-- EXTRACTED RECORDS --
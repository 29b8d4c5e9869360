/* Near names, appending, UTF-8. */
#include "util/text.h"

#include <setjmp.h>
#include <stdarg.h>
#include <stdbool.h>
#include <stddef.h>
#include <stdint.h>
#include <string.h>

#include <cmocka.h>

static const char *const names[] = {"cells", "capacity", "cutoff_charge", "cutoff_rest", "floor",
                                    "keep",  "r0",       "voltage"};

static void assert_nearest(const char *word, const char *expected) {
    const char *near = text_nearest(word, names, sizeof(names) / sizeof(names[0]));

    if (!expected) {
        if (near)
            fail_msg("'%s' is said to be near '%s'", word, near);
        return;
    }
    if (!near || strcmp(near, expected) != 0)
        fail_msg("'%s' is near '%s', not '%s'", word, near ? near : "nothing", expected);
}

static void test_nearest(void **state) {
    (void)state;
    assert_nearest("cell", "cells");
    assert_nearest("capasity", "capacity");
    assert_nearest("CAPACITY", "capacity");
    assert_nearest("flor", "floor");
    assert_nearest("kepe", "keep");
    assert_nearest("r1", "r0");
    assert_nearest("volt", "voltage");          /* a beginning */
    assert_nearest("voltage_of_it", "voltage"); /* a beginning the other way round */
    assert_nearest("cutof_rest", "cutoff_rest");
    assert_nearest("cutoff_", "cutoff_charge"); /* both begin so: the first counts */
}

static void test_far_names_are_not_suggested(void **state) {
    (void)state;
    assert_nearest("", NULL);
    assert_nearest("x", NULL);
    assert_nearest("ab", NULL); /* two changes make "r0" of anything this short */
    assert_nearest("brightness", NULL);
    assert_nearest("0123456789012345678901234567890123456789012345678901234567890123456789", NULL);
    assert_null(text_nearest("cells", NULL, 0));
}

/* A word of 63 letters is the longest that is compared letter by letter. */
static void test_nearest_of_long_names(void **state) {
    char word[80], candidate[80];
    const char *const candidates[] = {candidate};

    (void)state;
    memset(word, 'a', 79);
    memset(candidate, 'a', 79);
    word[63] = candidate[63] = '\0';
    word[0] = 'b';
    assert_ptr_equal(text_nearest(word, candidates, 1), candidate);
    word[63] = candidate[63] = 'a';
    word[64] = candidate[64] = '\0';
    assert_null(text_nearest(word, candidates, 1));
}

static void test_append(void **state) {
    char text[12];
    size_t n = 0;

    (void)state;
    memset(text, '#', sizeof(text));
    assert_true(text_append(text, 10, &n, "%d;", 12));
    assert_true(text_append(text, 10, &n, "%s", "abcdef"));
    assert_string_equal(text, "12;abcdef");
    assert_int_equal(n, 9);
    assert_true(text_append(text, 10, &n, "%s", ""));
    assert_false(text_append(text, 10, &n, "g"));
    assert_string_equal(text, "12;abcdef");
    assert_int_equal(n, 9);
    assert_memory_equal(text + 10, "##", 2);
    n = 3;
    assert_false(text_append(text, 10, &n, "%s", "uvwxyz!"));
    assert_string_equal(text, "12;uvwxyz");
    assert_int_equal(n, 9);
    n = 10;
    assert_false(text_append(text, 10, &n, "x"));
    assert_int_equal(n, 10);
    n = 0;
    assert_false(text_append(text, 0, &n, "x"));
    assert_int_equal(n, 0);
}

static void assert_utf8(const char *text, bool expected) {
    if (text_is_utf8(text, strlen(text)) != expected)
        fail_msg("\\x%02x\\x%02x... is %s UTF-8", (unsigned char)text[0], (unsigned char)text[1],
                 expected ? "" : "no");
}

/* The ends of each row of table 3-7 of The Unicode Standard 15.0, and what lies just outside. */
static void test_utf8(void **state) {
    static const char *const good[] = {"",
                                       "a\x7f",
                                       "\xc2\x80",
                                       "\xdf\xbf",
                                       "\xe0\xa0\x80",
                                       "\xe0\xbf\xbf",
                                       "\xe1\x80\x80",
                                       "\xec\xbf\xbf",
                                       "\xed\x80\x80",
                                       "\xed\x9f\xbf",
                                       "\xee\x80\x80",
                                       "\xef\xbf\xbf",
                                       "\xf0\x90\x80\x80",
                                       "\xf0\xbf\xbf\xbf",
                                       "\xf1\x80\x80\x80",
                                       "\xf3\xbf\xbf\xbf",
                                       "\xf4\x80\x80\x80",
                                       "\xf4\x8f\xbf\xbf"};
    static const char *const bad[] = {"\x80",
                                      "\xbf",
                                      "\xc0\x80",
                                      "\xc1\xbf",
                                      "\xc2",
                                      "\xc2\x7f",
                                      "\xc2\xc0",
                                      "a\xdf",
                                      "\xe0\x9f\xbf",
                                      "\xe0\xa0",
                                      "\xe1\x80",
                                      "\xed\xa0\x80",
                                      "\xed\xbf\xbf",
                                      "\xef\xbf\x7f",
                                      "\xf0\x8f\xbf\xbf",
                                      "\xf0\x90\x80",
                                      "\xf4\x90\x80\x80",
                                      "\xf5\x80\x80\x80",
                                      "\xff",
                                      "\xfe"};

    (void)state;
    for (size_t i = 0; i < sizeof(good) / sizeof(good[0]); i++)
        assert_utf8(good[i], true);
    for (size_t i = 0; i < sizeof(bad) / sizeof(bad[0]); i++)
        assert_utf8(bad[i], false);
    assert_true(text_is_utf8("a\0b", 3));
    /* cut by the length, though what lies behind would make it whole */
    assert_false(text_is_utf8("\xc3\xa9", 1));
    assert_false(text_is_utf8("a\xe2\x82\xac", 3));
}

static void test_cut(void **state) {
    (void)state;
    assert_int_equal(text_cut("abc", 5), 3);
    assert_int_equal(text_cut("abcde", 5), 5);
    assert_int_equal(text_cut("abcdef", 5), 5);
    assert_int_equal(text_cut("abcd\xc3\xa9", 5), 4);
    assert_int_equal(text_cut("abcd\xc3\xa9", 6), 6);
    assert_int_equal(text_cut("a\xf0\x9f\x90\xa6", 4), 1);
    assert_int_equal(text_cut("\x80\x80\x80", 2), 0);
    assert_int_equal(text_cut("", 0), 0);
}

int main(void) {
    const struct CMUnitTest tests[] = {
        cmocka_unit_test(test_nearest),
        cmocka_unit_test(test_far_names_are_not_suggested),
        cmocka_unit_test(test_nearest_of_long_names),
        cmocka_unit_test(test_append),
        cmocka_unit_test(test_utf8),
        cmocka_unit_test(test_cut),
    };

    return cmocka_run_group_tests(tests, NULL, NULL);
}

-- WHAT YOU ARE ASKED TO DO --
Reproduce the listing above exactly as far as the line with "way round */", that line included.

-- EXERCISE OUTPUT --
repository 29b8d4c5e9869360
/* Near names, appending, UTF-8. */
#include "util/text.h"

#include <setjmp.h>
#include <stdarg.h>
#include <stdbool.h>
#include <stddef.h>
#include <stdint.h>
#include <string.h>

#include <cmocka.h>

static const char *const names[] = {"cells", "capacity", "cutoff_charge", "cutoff_rest", "floor",
                                    "keep",  "r0",       "voltage"};

static void assert_nearest(const char *word, const char *expected) {
    const char *near = text_nearest(word, names, sizeof(names) / sizeof(names[0]));

    if (!expected) {
        if (near)
            fail_msg("'%s' is said to be near '%s'", word, near);
        return;
    }
    if (!near || strcmp(near, expected) != 0)
        fail_msg("'%s' is near '%s', not '%s'", word, near ? near : "nothing", expected);
}

static void test_nearest(void **state) {
    (void)state;
    assert_nearest("cell", "cells");
    assert_nearest("capasity", "capacity");
    assert_nearest("CAPACITY", "capacity");
    assert_nearest("flor", "floor");
    assert_nearest("kepe", "keep");
    assert_nearest("r1", "r0");
    assert_nearest("volt", "voltage");          /* a beginning */
    assert_nearest("voltage_of_it", "voltage"); /* a beginning the other way round */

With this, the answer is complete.